26/ Here was my response, anonymized and unedited:
27/ (the extra color there is that we kept hearing- at an increasing pace- about side conversations he was having with other investors, potential investors in the round, and saying different things to different people, most of which was counterproductive. I & the board were upset
28/ I don’t share my response because I’m proud of it. I probably wish I had dealt with it differently. I share it so that others can see how 1 CEO dealt with the situation. I did a ton of second guessing during that painful period.
29/ I didn’t know who I could talk to and i didn’t know what “normal” looked like, if anything.

I hope getting this example into the world helps.

There isn't a playbook for this kind of junk.
30/ I felt bullied -if that is an emotion. Eventually he got what he wanted and sold in the round. But we had to give up a lot to make it happen, put a ton of effort in (he put in very little) and it caused meaningful pain.
31/ In retrospect I took it too personally. I regret that, not because I regret my actions with him, but because I regret the impact I allowed it to have on my own mental health- which in turn impacted my ability as a CEO.
32/ Maybe there are other lessons that I missed from the experience.

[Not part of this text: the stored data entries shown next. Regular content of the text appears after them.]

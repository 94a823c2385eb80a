namespace LunarShadow.Api.Ephemeris;

/// <summary>Apparent places of the Moon and Sun at one instant.</summary>
/// <param name="Utc">The instant, ISO 8601 UTC.</param>
/// <param name="Tt">The same instant in Terrestrial Time, ISO 8601 without zone (TT).</param>
/// <param name="JulianDateTt">Julian date in TT.</param>
/// <param name="DeltaTSeconds">ΔT = TT − UT1 used, seconds.</param>
/// <param name="DeltaTUncertaintySeconds">One-sigma uncertainty of ΔT, seconds.</param>
/// <param name="DeltaTModel">Name of the ΔT model (or "fixed").</param>
/// <param name="Frame">What the geocentric coordinates refer to.</param>
/// <param name="Moon">The Moon.</param>
/// <param name="Sun">The Sun.</param>
/// <param name="DataVersion">Version tag of the embedded ephemeris data.</param>
public sealed record EphemerisResponse(
    string Utc,
    string Tt,
    double JulianDateTt,
    double DeltaTSeconds,
    double DeltaTUncertaintySeconds,
    string DeltaTModel,
    string Frame,
    BodyPlace Moon,
    BodyPlace Sun,
    string DataVersion);

/// <summary>A body's apparent geocentric place of date, and its topocentric place when a site was given.</summary>
/// <param name="RightAscensionHours">Apparent right ascension, hours.</param>
/// <param name="DeclinationDegrees">Apparent declination, degrees.</param>
/// <param name="DistanceKm">Geocentric distance, km.</param>
/// <param name="DistanceAu">Geocentric distance in astronomical units (Sun only).</param>
/// <param name="EclipticLongitudeDegrees">Apparent ecliptic longitude of date, degrees.</param>
/// <param name="EclipticLatitudeDegrees">Apparent ecliptic latitude of date, degrees.</param>
/// <param name="SemiDiameterArcsec">Geocentric semi-diameter, arc-seconds.</param>
/// <param name="HorizontalParallaxArcsec">Equatorial horizontal parallax, arc-seconds.</param>
/// <param name="Topocentric">Place seen from the site, or null without one.</param>
/// <param name="Libration">Moon only: total (optical + physical) libration, geocentric (Meeus 1998, ch. 53).</param>
/// <param name="AxisPositionAngleDegrees">Moon only: position angle of the Moon's north pole, from celestial north through east, geocentric, degrees.</param>
/// <param name="SubSolarPoint">Moon only: selenographic latitude and longitude of the sub-solar point.</param>
public sealed record BodyPlace(
    double RightAscensionHours,
    double DeclinationDegrees,
    double DistanceKm,
    double? DistanceAu,
    double EclipticLongitudeDegrees,
    double EclipticLatitudeDegrees,
    double SemiDiameterArcsec,
    double HorizontalParallaxArcsec,
    TopocentricBodyPlace? Topocentric,
    LibrationResponse? Libration = null,
    double? AxisPositionAngleDegrees = null,
    LibrationResponse? SubSolarPoint = null);

/// <summary>A selenographic point: for a libration, the point at the centre of the disc.</summary>
/// <param name="LongitudeDegrees">Selenographic longitude, east (toward Mare Crisium) positive, degrees.</param>
/// <param name="LatitudeDegrees">Selenographic latitude, north positive, degrees.</param>
public sealed record LibrationResponse(double LongitudeDegrees, double LatitudeDegrees);

/// <summary>A body seen from the site.</summary>
/// <param name="RightAscensionHours">Topocentric right ascension, hours.</param>
/// <param name="DeclinationDegrees">Topocentric declination, degrees.</param>
/// <param name="AltitudeDegrees">Altitude above the horizon including refraction, degrees.</param>
/// <param name="AirlessAltitudeDegrees">Altitude without refraction, degrees.</param>
/// <param name="AzimuthDegrees">Azimuth from north through east, degrees.</param>
/// <param name="DistanceKm">Distance from the site, km.</param>
/// <param name="SemiDiameterArcsec">Topocentric semi-diameter, arc-seconds.</param>
/// <param name="Libration">Moon only: topocentric libration (the selenographic point at the centre of the disc seen from the site).</param>
/// <param name="AxisPositionAngleDegrees">Moon only: position angle of the Moon's axis seen from the site, degrees.</param>
public sealed record TopocentricBodyPlace(
    double RightAscensionHours,
    double DeclinationDegrees,
    double AltitudeDegrees,
    double AirlessAltitudeDegrees,
    double AzimuthDegrees,
    double DistanceKm,
    double SemiDiameterArcsec,
    LibrationResponse? Libration = null,
    double? AxisPositionAngleDegrees = null);
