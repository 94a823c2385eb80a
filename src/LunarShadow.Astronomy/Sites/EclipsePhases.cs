using LunarShadow.Astronomy.Eclipses;
using LunarShadow.Astronomy.Time;

namespace LunarShadow.Astronomy.Sites;

/// <summary>Which phase of an eclipse is in progress at an instant: the one phase classification.</summary>
public static class EclipsePhases
{
    // Common practice (the canons' contact definitions): penumbral P1–P4, partial U1–U4, total U2–U3, nested.
    /// <summary>
    /// The innermost phase in progress at an instant, by the eclipse's contact times. Each phase runs from its first
    /// contact (included) to its last (excluded), so at a contact the phase that starts there counts: at U2 the Moon is
    /// just wholly inside the umbra, at U3 it is partial again, at P4 the eclipse is over. Null outside P1…P4.
    /// </summary>
    public static EclipsePhase? At(LunarEclipse eclipse, TtInstant tt)
    {
        bool Within(ContactName first, ContactName last) =>
            eclipse.Contact(first) is { } a && eclipse.Contact(last) is { } b && a.Tt <= tt && tt < b.Tt;
        return Within(ContactName.U2, ContactName.U3) ? EclipsePhase.Total
            : Within(ContactName.U1, ContactName.U4) ? EclipsePhase.Partial
            : Within(ContactName.P1, ContactName.P4) ? EclipsePhase.Penumbral
            : null;
    }
}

But I’m sharing in part because I think the entire event is very stigmatized and I wish other CEOs wrote about it more.
33/ I am not naming him on purpose because I don’t want to use my platform to hurt his LPs and his portfolio companies. I want to use my platform to help entrepreneurs (and maybe other investors) by sharing my experiences, especially the painful ones.
34/ My goal in this TweetStorm was not to vent. My goal was to help get more difficult experiences out in the world so that other entrepreneurs going through hard times know they aren’t alone.

Candidly I don’t have advice- this type of situation is just really hard.